(Stored data)
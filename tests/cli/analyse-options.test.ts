import { describe, expect, test } from 'vitest'
import { HELP, parseAnalyseOptions, type AnalyseOptions } from '@/lib/cli/analyse-options'
import { CliFault } from '@/lib/cli/cli-fault'

const PLAIN: AnalyseOptions = {
  file: 'run.csv',
  isHelp: false,
  isPretty: false,
  teeth: null,
  wormPeriodSeconds: null,
  columns: { time: null, ra: null, dec: null, wormAngle: null },
  unit: null,
  scaleArcsecPerPx: null,
  declinationDegrees: null,
  positive: null,
  frame: null,
  exposureSeconds: null,
  stamp: null,
  drift: 'auto',
  harmonics: 'auto',
}

const column = (role: keyof AnalyseOptions['columns'], name: string) => ({
  columns: { ...PLAIN.columns, [role]: name },
})

test.each([
  [[], {}],
  [['--pretty'], { isPretty: true }],
  [['--help'], { isHelp: true }],
  [['--teeth', '180'], { teeth: 180 }],
  [['--worm-period', '478.69'], { wormPeriodSeconds: 478.69 }],
  [['--time', 't [s]'], column('time', 't [s]')],
  [['--ra', '2'], column('ra', '2')],
  [['--dec', 'Dec'], column('dec', 'Dec')],
  [['--worm-angle', 'Worm'], column('wormAngle', 'Worm')],
  [['--unit', 'px'], { unit: 'px' }],
  [['--unit=arcsec'], { unit: 'arcsec' }],
  [['--unit', 'ra-seconds'], { unit: 'ra-seconds' }],
  [['--scale', '1.55'], { scaleArcsecPerPx: 1.55 }],
  [['--declination', '-12'], { declinationDegrees: -12 }],
  [['--declination', '-.5'], { declinationDegrees: -0.5 }],
  [['--declination=-12.25'], { declinationDegrees: -12.25 }],
  [['--declination', '+8.9'], { declinationDegrees: 8.9 }],
  [['--positive', 'ahead'], { positive: 'ahead' }],
  [['--positive', 'behind'], { positive: 'behind' }],
  [['--on', 'sky'], { frame: 'sky' }],
  [['--on', 'axis'], { frame: 'axis' }],
  [['--exposure', '0'], { exposureSeconds: 0 }],
  [['--exposure', '2.5'], { exposureSeconds: 2.5 }],
  [['--stamp', 'start'], { stamp: 'start' }],
  [['--stamp', 'mid'], { stamp: 'mid' }],
  [['--stamp', 'end'], { stamp: 'end' }],
  [['--drift', '0'], { drift: 0 }],
  [['--drift', '3'], { drift: 3 }],
  [['--drift', 'auto'], { drift: 'auto' }],
  [['--harmonics', '1'], { harmonics: 1 }],
  [['--harmonics', '12'], { harmonics: 12 }],
  [['--harmonics', 'auto'], { harmonics: 'auto' }],
] as [string[], Partial<AnalyseOptions>][])('%j', (argv, changed) => {
  const expected = { ...PLAIN, ...changed }
  expect(parseAnalyseOptions(['run.csv', ...argv])).toEqual(expected)
  expect(parseAnalyseOptions([...argv, 'run.csv'])).toEqual(expected)
})

test('--help needs no file', () => {
  expect(parseAnalyseOptions(['--help'])).toMatchObject({ isHelp: true, file: '' })
})

test.each([
  [[], 'No file was named'],
  [[''], 'No file was named'],
  [['a.csv', 'b.csv'], 'One file at a time: got “a.csv”, “b.csv”'],
  [['a.csv', '--tooth', '5'], "Unknown option '--tooth'"],
  [['a.csv', '--teeth'], "'--teeth <value>' argument missing"],
  [['a.csv', '--scale', '--pretty'], '--scale'],
  [['a.csv', '--pretty=yes'], '--pretty'],
  [['a.csv', '--teeth', '0'], '--teeth takes a whole number from 1 to 100000: got “0”'],
  [['a.csv', '--teeth', '-180'], '--teeth takes a whole number from 1 to 100000: got “-180”'],
  [['a.csv', '--teeth', '18.5'], 'got “18.5”'],
  [['a.csv', '--teeth', '100001'], 'got “100001”'],
  [['a.csv', '--teeth', '0x10'], 'got “0x10”'],
  [['a.csv', '--teeth', ' '], 'got “ ”'],
  [['a.csv', '--teeth', ''], 'got “”'],
  [['a.csv', '--teeth', '180', '--worm-period', '478'], 'both give the period: take one of them'],
  [['a.csv', '--worm-period', '0'], '--worm-period takes a number of seconds above 0: got “0”'],
  [['a.csv', '--worm-period', 'NaN'], 'got “NaN”'],
  [['a.csv', '--worm-period', 'Infinity'], 'got “Infinity”'],
  [['a.csv', '--worm-period', '1e999'], 'got “1e999”'],
  [['a.csv', '--unit', 'arcmin'], '--unit takes px or arcsec or ra-seconds: got “arcmin”'],
  [['a.csv', '--scale', '1,55'], '--scale takes arc seconds per pixel above 0: got “1,55”'],
  [['a.csv', '--scale', '-1'], 'got “-1”'],
  [['a.csv', '--declination', '89'], '--declination takes degrees between -89 and 89: got “89”'],
  [['a.csv', '--declination', '-90'], 'got “-90”'],
  [['a.csv', '--positive', 'east'], '--positive takes ahead or behind: got “east”'],
  [['a.csv', '--on', 'Sky'], '--on takes sky or axis: got “Sky”'],
  [['a.csv', '--exposure', '-1'], '--exposure takes seconds from 0 to 3600: got “-1”'],
  [['a.csv', '--exposure', '3601'], 'got “3601”'],
  [['a.csv', '--stamp', 'middle'], '--stamp takes start or mid or end: got “middle”'],
  [['a.csv', '--drift', '4'], '--drift takes 0, 1, 2, 3 or auto: got “4”'],
  [['a.csv', '--drift', 'none'], 'got “none”'],
  [['a.csv', '--harmonics', '13'], '--harmonics takes a whole number from 1 to 12, or auto: got “13”'],
  [['a.csv', '--harmonics', '0'], 'got “0”'],
])('%j is refused', (argv, told) => {
  const parse = () => parseAnalyseOptions(argv)
  expect(parse).toThrow(CliFault)
  expect(parse).toThrow(told)
})

describe('help', () => {
  const options = [...HELP.matchAll(/--([a-z-]+)/g)].map(([, name]) => name)

  test('names every option, and no other', () => {
    const named = [
      ...['declination', 'dec', 'drift', 'exposure', 'harmonics', 'help', 'on', 'positive', 'pretty', 'ra', 'scale'],
      ...['stamp', 'teeth', 'time', 'unit', 'worm-angle', 'worm-period'],
    ]
    expect([...new Set(options)].filter((name) => name !== 'silent').sort()).toEqual(named.sort())
  })

  test('fits a terminal of 120 columns', () => {
    for (const line of HELP.split('\n')) expect(line.length).toBeLessThanOrEqual(120)
  })
})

= What you are asked to do =
Above are the records; set each one down word for word.

= Written answer =
filename tests/cli/analyse-options.test.ts
import { describe, expect, test } from 'vitest'
import { HELP, parseAnalyseOptions, type AnalyseOptions } from '@/lib/cli/analyse-options'
import { CliFault } from '@/lib/cli/cli-fault'

const PLAIN: AnalyseOptions = {
  file: 'run.csv',
  isHelp: false,
  isPretty: false,
  teeth: null,
  wormPeriodSeconds: null,
  columns: { time: null, ra: null, dec: null, wormAngle: null },
  unit: null,
  scaleArcsecPerPx: null,
  declinationDegrees: null,
  positive: null,
  frame: null,
  exposureSeconds: null,
  stamp: null,
  drift: 'auto',
  harmonics: 'auto',
}

const column = (role: keyof AnalyseOptions['columns'], name: string) => ({
  columns: { ...PLAIN.columns, [role]: name },
})

test.each([
  [[], {}],
  [['--pretty'], { isPretty: true }],
  [['--help'], { isHelp: true }],
  [['--teeth', '180'], { teeth: 180 }],
  [['--worm-period', '478.69'], { wormPeriodSeconds: 478.69 }],
  [['--time', 't [s]'], column('time', 't [s]')],
  [['--ra', '2'], column('ra', '2')],
  [['--dec', 'Dec'], column('dec', 'Dec')],
  [['--worm-angle', 'Worm'], column('wormAngle', 'Worm')],
  [['--unit', 'px'], { unit: 'px' }],
  [['--unit=arcsec'], { unit: 'arcsec' }],
  [['--unit', 'ra-seconds'], { unit: 'ra-seconds' }],
  [['--scale', '1.55'], { scaleArcsecPerPx: 1.55 }],
  [['--declination', '-12'], { declinationDegrees: -12 }],
  [['--declination', '-.5'], { declinationDegrees: -0.5 }],
  [['--declination=-12.25'], { declinationDegrees: -12.25 }],
  [['--declination', '+8.9'], { declinationDegrees: 8.9 }],
  [['--positive', 'ahead'], { positive: 'ahead' }],
  [['--positive', 'behind'], { positive: 'behind' }],
  [['--on', 'sky'], { frame: 'sky' }],
  [['--on', 'axis'], { frame: 'axis' }],
  [['--exposure', '0'], { exposureSeconds: 0 }],
  [['--exposure', '2.5'], { exposureSeconds: 2.5 }],
  [['--stamp', 'start'], { stamp: 'start' }],
  [['--stamp', 'mid'], { stamp: 'mid' }],
  [['--stamp', 'end'], { stamp: 'end' }],
  [['--drift', '0'], { drift: 0 }],
  [['--drift', '3'], { drift: 3 }],
  [['--drift', 'auto'], { drift: 'auto' }],
  [['--harmonics', '1'], { harmonics: 1 }],
  [['--harmonics', '12'], { harmonics: 12 }],
  [['--harmonics', 'auto'], { harmonics: 'auto' }],
] as [string[], Partial<AnalyseOptions>][])('%j', (argv, changed) => {
  const expected = { ...PLAIN, ...changed }
  expect(parseAnalyseOptions(['run.csv', ...argv])).toEqual(expected)
  expect(parseAnalyseOptions([...argv, 'run.csv'])).toEqual(expected)
})

test('--help needs no file', () => {
  expect(parseAnalyseOptions(['--help'])).toMatchObject({ isHelp: true, file: '' })
})

test.each([
  [[], 'No file was named'],
  [[''], 'No file was named'],
  [['a.csv', 'b.csv'], 'One file at a time: got “a.csv”, “b.csv”'],
  [['a.csv', '--tooth', '5'], "Unknown option '--tooth'"],
  [['a.csv', '--teeth'], "'--teeth <value>' argument missing"],
  [['a.csv', '--scale', '--pretty'], '--scale'],
  [['a.csv', '--pretty=yes'], '--pretty'],
  [['a.csv', '--teeth', '0'], '--teeth takes a whole number from 1 to 100000: got “0”'],
  [['a.csv', '--teeth', '-180'], '--teeth takes a whole number from 1 to 100000: got “-180”'],
  [['a.csv', '--teeth', '18.5'], 'got “18.5”'],
  [['a.csv', '--teeth', '100001'], 'got “100001”'],
  [['a.csv', '--teeth', '0x10'], 'got “0x10”'],
  [['a.csv', '--teeth', ' '], 'got “ ”'],
  [['a.csv', '--teeth', ''], 'got “”'],
  [['a.csv', '--teeth', '180', '--worm-period', '478'], 'both give the period: take one of them'],
  [['a.csv', '--worm-period', '0'], '--worm-period takes a number of seconds above 0: got “0”'],
  [['a.csv', '--worm-period', 'NaN'], 'got “NaN”'],
  [['a.csv', '--worm-period', 'Infinity'], 'got “Infinity”'],
  [['a.csv', '--worm-period', '1e999'], 'got “1e999”'],
  [['a.csv', '--unit', 'arcmin'], '--unit takes px or arcsec or ra-seconds: got “arcmin”'],
  [['a.csv', '--scale', '1,55'], '--scale takes arc seconds per pixel above 0: got “1,55”'],
  [['a.csv', '--scale', '-1'], 'got “-1”'],
  [['a.csv', '--declination', '89'], '--declination takes degrees between -89 and 89: got “89”'],
  [['a.csv', '--declination', '-90'], 'got “-90”'],
  [['a.csv', '--positive', 'east'], '--positive takes ahead or behind: got “east”'],
  [['a.csv', '--on', 'Sky'], '--on takes sky or axis: got “Sky”'],
  [['a.csv', '--exposure', '-1'], '--exposure takes seconds from 0 to 3600: got “-1”'],
  [['a.csv', '--exposure', '3601'], 'got “3601”'],
  [['a.csv', '--stamp', 'middle'], '--stamp takes start or mid or end: got “middle”'],
  [['a.csv', '--drift', '4'], '--drift takes 0, 1, 2, 3 or auto: got “4”'],
  [['a.csv', '--drift', 'none'], 'got “none”'],
  [['a.csv', '--harmonics', '13'], '--harmonics takes a whole number from 1 to 12, or auto: got “13”'],
  [['a.csv', '--harmonics', '0'], 'got “0”'],
])('%j is refused', (argv, told) => {
  const parse = () => parseAnalyseOptions(argv)
  expect(parse).toThrow(CliFault)
  expect(parse).toThrow(told)
})

describe('help', () => {
  const options = [...HELP.matchAll(/--([a-z-]+)/g)].map(([, name]) => name)

  test('names every option, and no other', () => {
    const named = [
      ...['declination', 'dec', 'drift', 'exposure', 'harmonics', 'help', 'on', 'positive', 'pretty', 'ra', 'scale'],
      ...['stamp', 'teeth', 'time', 'unit', 'worm-angle', 'worm-period'],
    ]
    expect([...new Set(options)].filter((name) => name !== 'silent').sort()).toEqual(named.sort())
  })

  test('fits a terminal of 120 columns', () => {
    for (const line of HELP.split('\n')) expect(line.length).toBeLessThanOrEqual(120)
  })
})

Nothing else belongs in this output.